__YOUR TASK__. The job is to find each line of the records below that includes the word "uncertainty" and copy it.

__INPUT__.
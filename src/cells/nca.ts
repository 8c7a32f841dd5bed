/**
 * An nca cell: non-compartmental analysis of one concentration-time profile from a data cell
 * (numerics in numerics/nca/nca.ts). Defines Cmax, tmax, Clast, tlast, AUClast, AUCinf, AUCextrap
 * (percent), lambda_z, t_half, CL (CL/F after an extravascular dose), Vz, AUMClast, MRT and
 * r2adj, each with the cell's prefix, in the units of the data and the dose.
 */
import { NCA_RESULTS, type NcaCell } from '../study/types.ts';
import type { Binding, CellError, GraphNode, Outcome, RunContext } from '../engine/node.ts';
import { cellRef } from '../engine/node.ts';
import type { NodeOutput, ReportQuantity } from '../engine/report.ts';
import { type Field, field, usesOf, lookupFrom, finiteQuantityOf, FieldError, fail, guarded, shownAs } from './fields.ts';
import { type Quantity, report, describe } from '../units/quantity.ts';
import { sameDim, describeDim, TIME, TEMPERATURE } from '../units/dimension.ts';
import { type DisplayUnit, formatUnit, mulUnits, unitDim, NO_UNIT } from '../units/units.ts';
import { ncaProfile } from '../numerics/nca/nca.ts';
import { quantitySig } from './signatures.ts';

export function ncaNodes(cell: NcaCell, at: string): Array<GraphNode<NodeOutput<'nca'>>> {
  const problems: CellError[] = [];
  const dose = field(cell.dose, `${at}.dose`, problems);
  const duration = cell.duration !== undefined ? field(cell.duration, `${at}.duration`, problems) : undefined;
  const prefix = typeof cell.prefix === 'string' ? cell.prefix : '';
  return [{
    key: `${cell.id}/nca`,
    cell: cell.id,
    defines: NCA_RESULTS.map((n) => ({ name: `${prefix}${n}`, path: `${at}.prefix` })),
    uses: [...usesOf([dose, duration]), ...(typeof cell.data === 'string' ? [{ name: cellRef(cell.data), path: `${at}.data` }] : [])],
    allowsTime: false,
    signature: JSON.stringify(cell),
    problems,
    run: (ctx) => guarded(() => runNca(cell, at, prefix, dose!, duration, ctx)),
  }];
}

function runNca(cell: NcaCell, at: string, prefix: string, doseField: Field, durationField: Field | undefined, ctx: RunContext): Outcome<NodeOutput<'nca'>> {
  const b = ctx.binding(cellRef(cell.data));
  if (b?.kind !== 'data') fail(`${at}.data`, `cell "${cell.data}" is not a data cell`);
  const table = (b as Extract<Binding, { kind: 'data' }>).table;
  const col = (name: string, what: string, path: string) => {
    const i = table.columns.findIndex((c) => c.name === name);
    if (i < 0) fail(path, `the data cell "${cell.data}" has no column "${name}" for ${what} (its columns: ${table.columns.map((c) => c.name).join(', ')})`);
    return i;
  };
  const ti = col(cell.time, 'the time', `${at}.time`);
  const ci = col(cell.concentration, 'the concentration', `${at}.concentration`);
  const tUnit = table.columns[ti].unit;
  const cUnit = table.columns[ci].unit;
  if (!sameDim(unitDim(tUnit), TIME)) fail(`${at}.time`, `the column "${cell.time}" must hold times; its unit is of ${describeDim(unitDim(tUnit))}`, 'unit');
  // a temperature has no area under its curve, clearance or volume; on degC or degF its
  // figures would be readings of the kelvin scale (74.1 degC read as 347.25)
  if (sameDim(unitDim(cUnit), TEMPERATURE)) {
    fail(`${at}.concentration`, `the column "${cell.concentration}" holds temperatures (${formatUnit(cUnit)}): a profile summary needs concentrations or amounts, such as mg / L`, 'unit');
  }
  const lookup = lookupFrom(ctx);
  const dose = finiteQuantityOf(doseField, lookup);
  const duration = durationField ? finiteQuantityOf(durationField, lookup) : undefined;
  if (duration && !sameDim(duration.dim, TIME)) fail(durationField!.path, `the infusion duration must be a time; it is ${describe(duration)}`, 'unit');

  const t = table.rows.map((r) => r[ti] as number);
  const c = table.rows.map((r) => r[ci]);
  const result = ncaProfile({
    t, c, dose: dose.si, route: cell.route, duration: duration?.si, auc: cell.auc ?? 'linear-up-log-down', terminal: cell.terminal ?? 'auto',
  });
  if (!result.ok) {
    const p = result.problems[0];
    const path = p?.field === 'dose' ? doseField.path : p?.field === 'duration' && durationField ? durationField.path
      : p?.field === 't' || p?.field === 'c' ? `${at}.data` : at;
    fail(path, result.message);
  }
  const r = result as Extract<typeof result, { ok: true }>;

  const q = (si: number, unit: DisplayUnit): Quantity => ({ si, dim: unitDim(unit), unit });
  const auc = mulUnits(cUnit, tUnit);
  const perTime = mulUnits(NO_UNIT, tUnit, -1);
  const clUnit = mulUnits(dose.unit, auc, -1);
  const vUnit = mulUnits(clUnit, perTime, -1);
  const values: Array<[string, number | null, DisplayUnit]> = [
    ['Cmax', r.Cmax, cUnit], ['tmax', r.tmax, tUnit], ['Clast', r.Clast, cUnit], ['tlast', r.tlast, tUnit],
    ['AUClast', r.AUClast, auc], ['AUCinf', r.AUCinf, auc], ['AUCextrap', r.AUCextrapPercent, NO_UNIT],
    ['lambda_z', r.lambdaZ, perTime], ['t_half', r.tHalf, tUnit], ['CL', r.CL, clUnit], ['Vz', r.Vz, vUnit],
    ['AUMClast', r.AUMClast, mulUnits(auc, tUnit)], ['MRT', r.MRT, tUnit], ['r2adj', r.r2adj, NO_UNIT],
  ];
  const out: Record<string, ReportQuantity> = {};
  const bindings = new Map<string, Binding>();
  const reasons = new Map<string, string>();
  for (const [name, si, unit] of values) {
    const full = `${prefix}${name}`;
    if (si === null || !Number.isFinite(si)) {
      reasons.set(full, `"${full}" is not defined for this profile${r.warnings.length ? `: ${r.warnings[0]}` : ''}`);
      continue;
    }
    const quantity = shownAs(q(si, unit), cell.units?.[name], `${at}.units.${name}`);
    out[full] = report(quantity);
    bindings.set(full, { kind: 'value', q: quantity, sig: quantitySig(quantity) });
  }
  return {
    ok: true,
    bindings,
    reasons,
    output: {
      values: out,
      pointsUsed: { count: r.pointsUsed.count, times: r.pointsUsed.times.map((x) => report(q(x, tUnit))) },
      ...(r.apparent ? { note: 'after an extravascular dose, CL and Vz are apparent values, divided by the unknown bioavailability F (CL/F, Vz/F)' } : {}),
      ...(r.warnings.length ? { warnings: [...r.warnings] } : {}),
    },
  };
}
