/**
 * A Monte Carlo quantity's percentiles and SD with their own precision
 * (numerics/sampling/order-statistics.ts), as the report's fields and words: per percentile
 * (2.5, median, 97.5) its distribution-free 95% interval from order statistics, the standard
 * uncertainty that interval gives (its width / (2 · 1.96)) and the percentile shown to the place
 * of that uncertainty's first digit, as a verdict's probability is shown to its standard error's
 * (uncertainty-precision.ts); the SD's large-sample standard error from the samples' kurtosis.
 * Nothing else is computed from them: the defined names `_p025`, `_p975`, `_sd` are unchanged.
 */
import type { PercentilePrecision } from '../engine/report.ts';
import { formatNumber, type ReportQuantity } from '../units/quantity.ts';
import { unitAfterNumber } from '../units/units.ts';
import { quantileInterval, sdSE, fewestForInterval } from '../numerics/sampling/order-statistics.ts';
import { leadingPlace, roundTo, decimalsOf } from '../numerics/sampling/mc-precision.ts';

/** How a result's SI numbers are reported: a value in its unit, a difference in the SD's unit. */
export interface ResultScale {
  at(si: number): ReportQuantity;
  diff(si: number): ReportQuantity;
}

/** The percentiles of a summary, in SI. */
export interface SampleFigures {
  readonly sorted: Float64Array;
  readonly p025: number;
  readonly median: number;
  readonly p975: number;
  readonly sd: number;
  readonly kurtosis: number;
}

export interface PercentileFields {
  percentiles: { p025: PercentilePrecision; median: PercentilePrecision; p975: PercentilePrecision };
  sdSE: ReportQuantity;
  percentilePrecision: string;
}

const KEYS = [['p025', 0.025, '2.5 percentile'], ['median', 0.5, 'median'], ['p975', 0.975, '97.5 percentile']] as const;

const withUnit = (text: string, unit: string): string => (unit ? `${text} ${unitAfterNumber(unit)}` : text);
const count = (n: number): string => n.toLocaleString('en-US');
/** `x` to the place `place`, written with that many decimals. */
const fixed = (x: number, place: number): string => roundTo(x, place).toFixed(Math.min(20, decimalsOf(place)));

/** `digits ± u unit` where the two share a unit ("3.9 ± 0.2 mg / L"), else each with its own ("19.12 degC ± 0.024 K"). */
function plusMinus(digits: string, unit: string, u: ReportQuantity): string {
  const spread = formatNumber(u.value, 2);
  return u.unit === unit ? withUnit(`${digits} ± ${spread}`, unit) : `${withUnit(digits, unit)} ± ${withUnit(spread, u.unit)}`;
}

/** One percentile's fields and words. */
function onePercentile(sorted: Float64Array, p: number, label: string, si: number, scale: ResultScale): { fields: PercentilePrecision; words: string } {
  const q = scale.at(si);
  const ci = quantileInterval(sorted, p);
  if (ci.low === undefined || ci.high === undefined || ci.u === undefined) {
    const shown = withUnit(formatNumber(q.value), q.unit);
    return { fields: { shown }, words: `${label} ${shown} (fewer than ${count(fewestForInterval(p))} samples: no interval from order statistics)` };
  }
  const low = scale.at(ci.low), high = scale.at(ci.high), u = scale.diff(ci.u);
  const fields = { ci95: { low, high }, ranks: [ci.r, ci.s] as [number, number], coverage: ci.coverage, u };
  if (!(u.value > 0)) {
    const shown = withUnit(formatNumber(q.value), q.unit);
    return { fields: { shown, ...fields }, words: `${label} ${shown} ± 0 (the samples at both ends of its interval are equal)` };
  }
  // at most 12 significant digits of the value: past them a place shows the binary noise of its digits
  const place = q.value !== 0 ? Math.max(leadingPlace(u.value), leadingPlace(Math.abs(q.value)) * 1e-11) : leadingPlace(u.value);
  const digits = fixed(q.value, place);
  const finer = q.value !== 0 ? Math.max(place / 10, leadingPlace(Math.abs(q.value)) * 1e-11) : place / 10;
  const ends = withUnit(`${fixed(low.value, finer)} to ${fixed(high.value, finer)}`, q.unit);
  return { fields: { shown: withUnit(digits, q.unit), ...fields }, words: `${label} ${plusMinus(digits, q.unit, u)} (${ends})` };
}

/**
 * The percentiles' and the SD's precision of a quantity's Monte Carlo samples (sorted, SI).
 * Cost: O(√n) per percentile; the samples are already sorted.
 */
export function percentileFields(s: SampleFigures, scale: ResultScale): PercentileFields {
  const n = s.sorted.length;
  const said: string[] = [];
  const percentiles = {} as PercentileFields['percentiles'];
  for (const [key, p, label] of KEYS) {
    const one = onePercentile(s.sorted, p, label, s[key], scale);
    percentiles[key] = one.fields;
    said.push(one.words);
  }
  const se = scale.diff(sdSE(s.sd, s.kurtosis, n));
  const sdWords = s.sd > 0
    ? `the SD's Monte Carlo standard error ${withUnit(formatNumber(se.value, 2), se.unit)} (samples' kurtosis ${formatNumber(s.kurtosis, 3)})`
    : 'the SD is 0: every sample gave the same value';
  return {
    percentiles, sdSE: se,
    percentilePrecision: `Percentiles, each to the place of its own Monte Carlo uncertainty (in brackets the 95% interval for the percentile itself, from order statistics): ${said.join('; ')}; ${sdWords}.`,
  };
}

__RESPONSE TO THIS TASK__.
 * uncertainty that interval gives (its width / (2 · 1.96)) and the percentile shown to the place
 * of that uncertainty's first digit, as a verdict's probability is shown to its standard error's
 * (uncertainty-precision.ts); the SD's large-sample standard error from the samples' kurtosis.
    percentilePrecision: `Percentiles, each to the place of its own Monte Carlo uncertainty (in brackets the 95% interval for the percentile itself, from order statistics): ${said.join('; ')}; ${sdWords}.`,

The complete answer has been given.